Activity
Check every line in the records below for the word "first" and report how many have it, nothing more.

● ● ● ●

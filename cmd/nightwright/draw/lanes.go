package draw

import (
	"fmt"
	"math"
	"time"

	"nightwright/visibility"
)

// Block is an exposure in a lane.
type Block struct {
	From, To float64 // UTC, Unix s
	Kind     int     // series, such as the program
	Curve    int     // index of its field's curve
	Hint     string
}

// Curve is an altitude over time.
type Curve struct {
	T        []float64 // UTC, Unix s
	Altitude []float64 // rad
}

// at interpolates a curve.
func (c *Curve) at(t float64) float64 {
	n := len(c.T)
	for k := 1; k < n; k++ {
		if t <= c.T[k] {
			p := (t - c.T[k-1]) / (c.T[k] - c.T[k-1])
			return c.Altitude[k-1] + p*(c.Altitude[k]-c.Altitude[k-1])
		}
	}
	return c.Altitude[n-1]
}

// Lane is one telescope's night.
type Lane struct {
	Title    string
	Span     visibility.Interval   // what is shown
	Set      []visibility.Interval // Sun down
	Nautical []visibility.Interval
	Dark     []visibility.Interval
	Open     []visibility.Interval // when the telescope may observe
	Curves   []Curve               // of the fields that are observed
	Moon     Curve
	Blocks   []Block
	Note     string
}

// Lanes draws one night: for each telescope the altitudes of its fields,
// strong while they are observed, and the exposures in a lane below.
func Lanes(name, title string, kinds []string, lanes []Lane) *Canvas {
	c := New(name, title, 1000, 60)
	var keys []Key
	for k, kind := range kinds {
		keys = append(keys, Key{Style{Fill: Series(k)}, Clip(kind, 24), false})
	}
	keys = append(keys, Key{Style{Stroke: Moon, Width: 2.5, Dash: "7 4"}, "Moon", true},
		Key{Style{Fill: Dusk}, "Sun 0 to -12°", false}, Key{Style{Fill: Gloom}, "-12 to -18°", false},
		Key{Style{Stroke: Axis, Width: 1}, "open time", false})
	y := c.legend(20, 18, 960, keys)
	blocks := 0
	for i := range lanes {
		y = c.lane(&lanes[i], y+8)
		blocks += len(lanes[i].Blocks)
	}
	c.Grow(y)
	c.Alt = fmt.Sprintf("One night at %d telescopes: %d exposures in lanes, with the altitudes of their fields and of the Moon.", len(lanes), blocks)
	return c
}

func (c *Canvas) lane(l *Lane, y float64) float64 {
	const tall, thickness = 150.0, 20.0
	x := scale{l.Span.From, l.Span.To, 60, 975}
	c.Text(20, y+12, l.Title, Type{Size: 13, Bold: true})
	c.Text(975, y+12, l.Note, Type{Size: 11, Ink: Soft, Anchor: End})
	y += 22
	s := scale{0, math.Pi / 2, y + tall, y}
	c.Rect(60, y, 915, tall, Style{Fill: Day})
	shade := func(style Style, in []visibility.Interval) {
		for _, iv := range in {
			from, to := max(iv.From, l.Span.From), min(iv.To, l.Span.To)
			c.Rect(x.px(from), y, x.px(to)-x.px(from), tall, style)
		}
	}
	shade(Style{Fill: Dusk}, l.Set)
	shade(Style{Fill: Gloom}, l.Nautical)
	shade(Style{Fill: Panel}, l.Dark)
	for deg := 0; deg <= 90; deg += 30 {
		at := s.px(float64(deg) * math.Pi / 180)
		c.Line(Style{Stroke: Grid, Width: 1}, Point{60, at}, Point{975, at})
		c.Text(54, at+4, Number(float64(deg), 0)+"°", Type{Size: 10, Ink: Soft, Anchor: End})
	}
	for k := range l.Curves {
		c.altitude(&l.Curves[k], x, s, l.Span.From, l.Span.To, Style{Stroke: Axis, Width: 0.7, Opacity: 0.45})
	}
	c.altitude(&l.Moon, x, s, l.Span.From, l.Span.To, Style{Stroke: Moon, Width: 2.5, Dash: "7 4"})
	for _, b := range l.Blocks {
		c.altitude(&l.Curves[b.Curve], x, s, b.From, b.To, Style{Stroke: Series(b.Kind), Width: 4})
	}
	y += tall + 5
	for _, iv := range l.Open {
		c.Rect(x.px(iv.From), y, x.px(iv.To)-x.px(iv.From), thickness, Style{Stroke: Axis, Width: 1})
	}
	for _, b := range l.Blocks {
		c.Hint(b.Hint)
		c.Rect(x.px(b.From), y+2, max(x.px(b.To)-x.px(b.From)-0.5, 1), thickness-4, Style{Fill: Series(b.Kind)})
	}
	y += thickness
	first := math.Ceil(l.Span.From/3600) * 3600
	for t := first; t <= l.Span.To; t += 3600 {
		c.Line(Style{Stroke: Axis, Width: 1}, Point{x.px(t), y}, Point{x.px(t), y + 4})
		c.Text(x.px(t), y+16, time.Unix(int64(t), 0).UTC().Format("15:04"), Type{Size: 10, Ink: Soft, Anchor: Middle})
	}
	c.Text(54, y+16, "UTC", Type{Size: 10, Ink: Soft, Anchor: End})
	return y + 26
}

// altitude draws the part of a curve that is above the horizon.
func (c *Canvas) altitude(v *Curve, x, s scale, from, to float64, style Style) {
	var part []Point
	flush := func() {
		c.Line(style, part...)
		part = nil
	}
	put := func(t, alt float64) {
		if alt < 0 {
			flush()
			return
		}
		part = append(part, Point{x.px(t), s.px(alt)})
	}
	if len(v.T) == 0 {
		return
	}
	put(from, v.at(from))
	for k, t := range v.T {
		if t > from && t < to {
			put(t, v.Altitude[k])
		}
	}
	put(to, v.at(to))
	flush()
}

● ● ● ●

Output of the exercise
2